While pipelines can be assembled in many ways, you can typically begin from a small set of common setup patterns. These patterns represent frequently used starting points, not exclusive pipeline types. You can freely add, remove, or reorder nodes as your use case evolves.
The Data Fusion Pipeline Model
At a high level, every pipeline is built from the same building blocks:
Source nodes
- Define where data originates (files, streams, databases, document repositories).
Processing nodes
- Apply filtering, mapping, transformation, parsing, enrichment, or embedding logic.
Target nodes
- Persist data into entities, or downstream systems.
The platform does not limit the number or combination of nodes in a pipeline. Multiple transforms and parallel branches are supported within a pipeline. Structured and unstructured flows are supported, but must be implemented in separate pipelines.
Common Pipeline Setup Patterns
The following patterns illustrate typical ways users start configuring pipelines. They are provided as guidance and examples, not as exhaustive or restrictive options.
Structured Data Pipelines
Structured pipelines are commonly used when ingesting tabular or schema-defined data.
File-based Structured Ingestion
Typically begins with a file source, followed by transformation and mapping into structured entities.
Common use cases:
- Ingesting structured files such as CSV, JSON, Parquet, or Avro
- Performing batch ingestion of structured data from file systems
Cloud or Stream-based Structured Ingestion
Starts from a streaming or cloud source and continuously processes incoming records into structured entities in near real time.
Common use cases:
Ingesting event streams (for example, message brokers or streaming platforms)
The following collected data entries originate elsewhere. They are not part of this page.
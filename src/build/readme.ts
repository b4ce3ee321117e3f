/** Writes the table of functions into README.md. Run by hand after a change of a function: `npx tsx src/build/readme.ts`. */
import { readFileSync, writeFileSync } from "node:fs";
import { join } from "node:path";
import { FAMILIES, type FunctionDoc, readFunctionDocs } from "./functionDocs";

const file = join(import.meta.dirname, "../../README.md");
const BEGIN = "<!-- functions: written by src/build/readme.ts -->";
const END = "<!-- end of functions -->";

/** The README with its table of functions as the functions' comments have it now. */
export function withFunctionTable(readme: string, docs: FunctionDoc[] = readFunctionDocs()): string {
  const begin = readme.indexOf(BEGIN);
  const end = readme.indexOf(END);
  if (begin < 0 || end < begin) throw new Error("README.md lacks the marks around its table of functions");
  return `${readme.slice(0, begin + BEGIN.length)}\n\n${functionTable(docs)}\n\n${readme.slice(end)}`;
}

function functionTable(docs: FunctionDoc[]): string {
  const rows = Object.entries(FAMILIES).flatMap(([family, name]) => {
    const own = docs.filter((doc) => doc.family === family);
    return own.length === 0 ? [] : [`| **${name}** | |`, ...own.map(row)];
  });
  return ["| function | what it gives |", "|---|---|", ...rows].join("\n");
}

function row({ id, parameters, sentence }: FunctionDoc): string {
  const names = parameters.map(({ name, optional, repeating }) => {
    const shown = repeating ? `${name}…` : name;
    return optional ? `[${shown}]` : shown;
  });
  return `| \`${id}(${names.join(", ")})\` | ${sentence.replace(/\|/g, "\\|")} |`;
}

if (process.argv[1] === import.meta.filename) writeFileSync(file, withFunctionTable(readFileSync(file, "utf8")));
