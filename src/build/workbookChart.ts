/** A line chart for an example workbook; its categories are the values of the horizontal axis. */
import { quoteSheet } from "../trial/dialect";
import type { ExampleChart } from "../trial/examples/cells";
import { encode } from "../trial/xml";

const chart = "http://schemas.openxmlformats.org/drawingml/2006/chart";
const drawing = "http://schemas.openxmlformats.org/drawingml/2006/main";
const relation = "http://schemas.openxmlformats.org/officeDocument/2006/relationships";
const colours = ["9C4221", "35596B", "4B6B2F"];

export function chartXml({ title, horizontal, vertical, along, series }: ExampleChart, sheet: string): string {
  const at = (cells: string): string => encode(`${quoteSheet(sheet)}!${cells}`);
  const lines = series.map(
    ({ name, values }, i) =>
      `<c:ser><c:idx val="${i}"/><c:order val="${i}"/><c:tx><c:strRef><c:f>${at(name)}</c:f></c:strRef></c:tx>` +
      `<c:spPr><a:ln w="22225"><a:solidFill><a:srgbClr val="${colours[i % colours.length]}"/></a:solidFill></a:ln></c:spPr>` +
      `<c:marker><c:symbol val="none"/></c:marker><c:cat><c:numRef><c:f>${at(along)}</c:f></c:numRef></c:cat>` +
      `<c:val><c:numRef><c:f>${at(values)}</c:f></c:numRef></c:val><c:smooth val="0"/></c:ser>`,
  );
  const axis = (kind: string, id: number, other: number, position: string, words: string): string =>
    `<c:${kind}><c:axId val="${id}"/><c:scaling><c:orientation val="minMax"/></c:scaling><c:delete val="0"/>` +
    `<c:axPos val="${position}"/>${position === "l" ? "<c:majorGridlines/>" : ""}${titleXml(words)}` +
    `<c:numFmt formatCode="General" sourceLinked="0"/><c:majorTickMark val="out"/><c:minorTickMark val="none"/>` +
    `<c:tickLblPos val="nextTo"/><c:crossAx val="${other}"/><c:crosses val="autoZero"/></c:${kind}>`;
  return (
    `<c:chartSpace xmlns:c="${chart}" xmlns:a="${drawing}" xmlns:r="${relation}"><c:chart>${titleXml(title)}` +
    `<c:autoTitleDeleted val="0"/><c:plotArea><c:layout/><c:lineChart><c:grouping val="standard"/>` +
    `<c:varyColors val="0"/>${lines.join("")}<c:axId val="1"/><c:axId val="2"/></c:lineChart>` +
    `${axis("catAx", 1, 2, "b", horizontal)}${axis("valAx", 2, 1, "l", vertical)}</c:plotArea>` +
    `<c:legend><c:legendPos val="t"/><c:overlay val="0"/></c:legend><c:plotVisOnly val="1"/></c:chart></c:chartSpace>`
  );
}

const titleXml = (words: string): string =>
  `<c:title><c:tx><c:rich><a:bodyPr/><a:p><a:r><a:t>${encode(words)}</a:t></a:r></a:p></c:rich></c:tx><c:overlay val="0"/></c:title>`;

export function drawingXml({ from, to }: ExampleChart): string {
  const sheetDrawing = "http://schemas.openxmlformats.org/drawingml/2006/spreadsheetDrawing";
  const corner = ({ row, column }: ExampleChart["from"]): string =>
    `<xdr:col>${column}</xdr:col><xdr:colOff>0</xdr:colOff><xdr:row>${row}</xdr:row><xdr:rowOff>0</xdr:rowOff>`;
  return (
    `<xdr:wsDr xmlns:xdr="${sheetDrawing}" xmlns:a="${drawing}"><xdr:twoCellAnchor><xdr:from>${corner(from)}</xdr:from>` +
    `<xdr:to>${corner(to)}</xdr:to><xdr:graphicFrame macro=""><xdr:nvGraphicFramePr><xdr:cNvPr id="2" name="Chart 1"/>` +
    `<xdr:cNvGraphicFramePr/></xdr:nvGraphicFramePr><xdr:xfrm><a:off x="0" y="0"/><a:ext cx="0" cy="0"/></xdr:xfrm>` +
    `<a:graphic><a:graphicData uri="${chart}"><c:chart xmlns:c="${chart}" xmlns:r="${relation}" r:id="rId1"/>` +
    `</a:graphicData></a:graphic></xdr:graphicFrame><xdr:clientData/></xdr:twoCellAnchor></xdr:wsDr>`
  );
}
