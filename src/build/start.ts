/** Serves dist/ on localhost and opens the trial sheet. Nothing is reachable from other machines. */
import { spawn } from "node:child_process";
import { createReadStream } from "node:fs";
import { stat } from "node:fs/promises";
import { type IncomingMessage, type Server, type ServerResponse, createServer } from "node:http";
import { dirname, extname, join, resolve, sep } from "node:path";
import { fileURLToPath, pathToFileURL } from "node:url";

const types: Record<string, string> = {
  ".html": "text/html; charset=utf-8",
  ".js": "text/javascript; charset=utf-8",
  ".css": "text/css; charset=utf-8",
  ".json": "application/json; charset=utf-8",
  ".map": "application/json; charset=utf-8",
  ".xml": "application/xml; charset=utf-8",
  ".svg": "image/svg+xml",
  ".png": "image/png",
  ".txt": "text/plain; charset=utf-8",
  ".woff": "font/woff",
  ".woff2": "font/woff2",
  ".xlsx": "application/vnd.openxmlformats-officedocument.spreadsheetml.sheet",
};

/** The file under root that a request names, or nothing when the path leads outside. */
function fileOf(root: string, url: string): string | undefined {
  let path: string;
  try {
    path = decodeURIComponent(new URL(url, "http://localhost").pathname);
  } catch {
    return undefined;
  }
  const file = resolve(root, "." + (path.endsWith("/") ? path + "index.html" : path));
  return file.startsWith(root + sep) && !path.includes("\0") ? file : undefined;
}

export async function answer(root: string, request: IncomingMessage, response: ServerResponse): Promise<void> {
  if (request.method !== "GET" && request.method !== "HEAD") return void response.writeHead(405).end();
  const file = fileOf(root, request.url ?? "/");
  const found = file === undefined ? undefined : await stat(file).catch(() => undefined);
  if (found?.isDirectory()) {
    const [path, query] = (request.url ?? "/").split("?");
    return void response.writeHead(302, { Location: `${path}/${query ? `?${query}` : ""}` }).end();
  }
  if (!file || !found?.isFile())
    return void response.writeHead(404, { "Content-Type": types[".txt"] }).end("not found");
  response.writeHead(200, {
    "Content-Type": types[extname(file)] ?? "application/octet-stream",
    "Content-Length": found.size,
    "Cache-Control": "no-cache",
    "X-Content-Type-Options": "nosniff",
  });
  if (request.method === "HEAD") return void response.end();
  createReadStream(file)
    .on("error", () => response.destroy())
    .pipe(response);
}

/** Listens on this machine alone; port 0 takes any free one. */
export function serve(root: string, port: number): Promise<Server> {
  const server = createServer((request, response) => void answer(resolve(root), request, response));
  return new Promise((done, fail) => {
    server.once("error", fail);
    server.listen(port, "localhost", () => done(server));
  });
}

function openBrowser(address: string): void {
  const [command, ...args] = {
    darwin: ["open", address],
    win32: ["cmd", "/c", "start", "", address],
  }[process.platform as string] ?? ["xdg-open", address];
  const child = spawn(command as string, args, { stdio: "ignore", detached: true });
  child.on("error", () => {});
  child.unref();
}

async function main(): Promise<void> {
  const root = join(dirname(fileURLToPath(import.meta.url)), "..", "..", "dist");
  const port = Number(process.env["PORT"] ?? 4173);
  if (!Number.isInteger(port) || port < 0 || port > 65535)
    throw new Error(`PORT must be 0 to 65535, got ${process.env["PORT"]}`);
  const server = await serve(root, port).catch((error: NodeJS.ErrnoException) => {
    if (error.code === "EADDRINUSE") throw new Error(`port ${port} is in use; choose another: PORT=4200 npm start`);
    throw error;
  });
  const bound = server.address();
  const address = `http://localhost:${typeof bound === "object" ? bound?.port : port}/trial/`;
  console.log(`Plinth trial sheet: ${address}\nStop with Ctrl+C.`);
  openBrowser(address);
}

if (process.argv[1] && import.meta.url === pathToFileURL(process.argv[1]).href)
  main().catch((error: Error) => {
    console.error(error.message);
    process.exitCode = 1;
  });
Processing cloud-native data feeds that emit structured records over time
External Database Access - Virtual (no ingestion)
Connects to a SQL source system to query data directly without ingestion.
Common use cases:
Accessing data through virtual types for real-time querying
Using reference or lookup data directly from the source system
External Database Ingestion (With CDC)
Enables change data capture (CDC) on a SQL source system, allowing incremental inserts and updates to flow through the pipeline.
Common use cases:
Near-real-time propagation of inserts and updates from source systems
Incremental data processing based on detected changes
Unstructured Data Pipelines
Unstructured pipelines are designed for document-centric workflows where data does not conform to a fixed schema.
These pipelines commonly include:
File or document sources
Document parsers
Metadata extractors
Entity extraction
Optional embedding models
Target entities for downstream analytics or search
You may include metadata extraction alone, or combine metadata extraction with embedding generation, depending on your use case.
Flexibility Beyond the Examples
These patterns are meant to illustrate common entry points, not define limits. In practice, you can:
Add any number of transformation nodes
Extend or reshape pipelines as requirements change
Data Fusion supports free-form composition, allowing pipelines to evolve with your data and business needs.